• Exercise inputs:
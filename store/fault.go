package store

import (
	"context"
	"errors"
	"fmt"
	"io/fs"
	"strings"

	"modernc.org/sqlite"
	sqlite3 "modernc.org/sqlite/lib"
)

// What can be wrong with a logbook's file or with what was asked of it. Test for them with errors.Is; the error itself
// is a Fault, or a sentence that names the trial.
var (
	ErrMissing    = errors.New("no logbook there")
	ErrStranger   = errors.New("not a logbook")
	ErrNewer      = errors.New("from a newer version")
	ErrReadOnly   = errors.New("not writable")
	ErrDamaged    = errors.New("damaged")
	ErrBusy       = errors.New("busy")
	ErrFull       = errors.New("no room on the disk")
	ErrNoTrial    = errors.New("no such trial")
	ErrNoDecision = errors.New("no such decision")
	ErrStruck     = errors.New("already struck")
)

// Fault is a logbook's file that cannot be used as asked, with the cure.
type Fault struct {
	Path string // the file
	What string // what is wrong with it
	Cure string // what to do
	Kind error  // one of the Err... values, or nil
	Err  error  // the cause as SQLite or the system put it; nil where there is none
}

func (f *Fault) Error() string { return fmt.Sprintf("logbook %s: %s; %s", f.Path, f.What, f.Cure) }

// Unwrap gives the kind and the cause to errors.Is and errors.As.
func (f *Fault) Unwrap() []error {
	var all []error
	for _, err := range []error{f.Kind, f.Err} {
		if err != nil {
			all = append(all, err)
		}
	}
	return all
}

// explain turns what SQLite or the system said into what a person can act on. Errors that are already a sentence of ours
// and the end of a context pass through.
func explain(path string, err error) error {
	var ours *Fault
	if err == nil || errors.As(err, &ours) || errors.Is(err, context.Canceled) || errors.Is(err, context.DeadlineExceeded) {
		return err
	}
	f := &Fault{Path: path, Err: err}
	var lite *sqlite.Error
	if !errors.As(err, &lite) {
		if errors.Is(err, fs.ErrPermission) {
			f.Kind, f.What, f.Cure = ErrReadOnly, "this user may not open it", "ask its owner for access, or name another file"
			return f
		}
		return fmt.Errorf("logbook %s: %w", path, err)
	}
	code := lite.Code() & 0xff
	if lite.Code() == sqlite3.SQLITE_IOERR_SHMSIZE { // no room for the file that readers and writers share
		code = sqlite3.SQLITE_FULL
	}
	switch code {
	case sqlite3.SQLITE_BUSY, sqlite3.SQLITE_LOCKED:
		f.Kind = ErrBusy
		f.What = "another program kept it locked for longer than " + busyWait.String()
		f.Cure = "let that program finish (a long import, perhaps) and try again; nothing was written"
	case sqlite3.SQLITE_CORRUPT:
		f.Kind, f.What = ErrDamaged, "the file is damaged ("+plain(lite)+")"
		f.Cure = "keep it as it is, work from a backup, and copy out of it what can still be read"
	case sqlite3.SQLITE_NOTADB:
		f.Kind, f.What, f.Cure = ErrStranger, "it is not an SQLite file", "name another file; this one was left as it is"
	case sqlite3.SQLITE_READONLY, sqlite3.SQLITE_PERM:
		f.Kind, f.What = ErrReadOnly, "the file or its folder is read-only"
		f.Cure = "make both writable, or copy the logbook to a folder that is"
	case sqlite3.SQLITE_CANTOPEN:
		f.Kind, f.What = ErrReadOnly, "the file cannot be opened ("+plain(lite)+")"
		f.Cure = "see that its folder exists and that this user may write in it"
	case sqlite3.SQLITE_FULL:
		f.Kind, f.What, f.Cure = ErrFull, "the disk is full", "make room and try again; nothing was written"
	case sqlite3.SQLITE_IOERR:
		f.What, f.Cure = "the disk failed to read or write ("+plain(lite)+")", "check the disk and its free space; nothing was written"
	default:
		return fmt.Errorf("logbook %s: %w", path, err)
	}
	return f
}

// plain is SQLite's message without the driver's trailing code.
func plain(err *sqlite.Error) string {
	s := err.Error()
	if i := strings.LastIndex(s, " ("); i > 0 {
		s = s[:i]
	}
	return s
}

• Problem to solve: Starting at the line that holds "that its folder", retype each line exactly through the end of the entries, both ends included.

• Result of this task:
		f.Cure = "see that its folder exists and that this user may write in it"
	case sqlite3.SQLITE_FULL:
		f.Kind, f.What, f.Cure = ErrFull, "the disk is full", "make room and try again; nothing was written"
	case sqlite3.SQLITE_IOERR:
		f.What, f.Cure = "the disk failed to read or write ("+plain(lite)+")", "check the disk and its free space; nothing was written"
	default:
		return fmt.Errorf("logbook %s: %w", path, err)
	}
	return f
}

// plain is SQLite's message without the driver's trailing code.
func plain(err *sqlite.Error) string {
	s := err.Error()
	if i := strings.LastIndex(s, " ("); i > 0 {
		s = s[:i]
	}
	return s
}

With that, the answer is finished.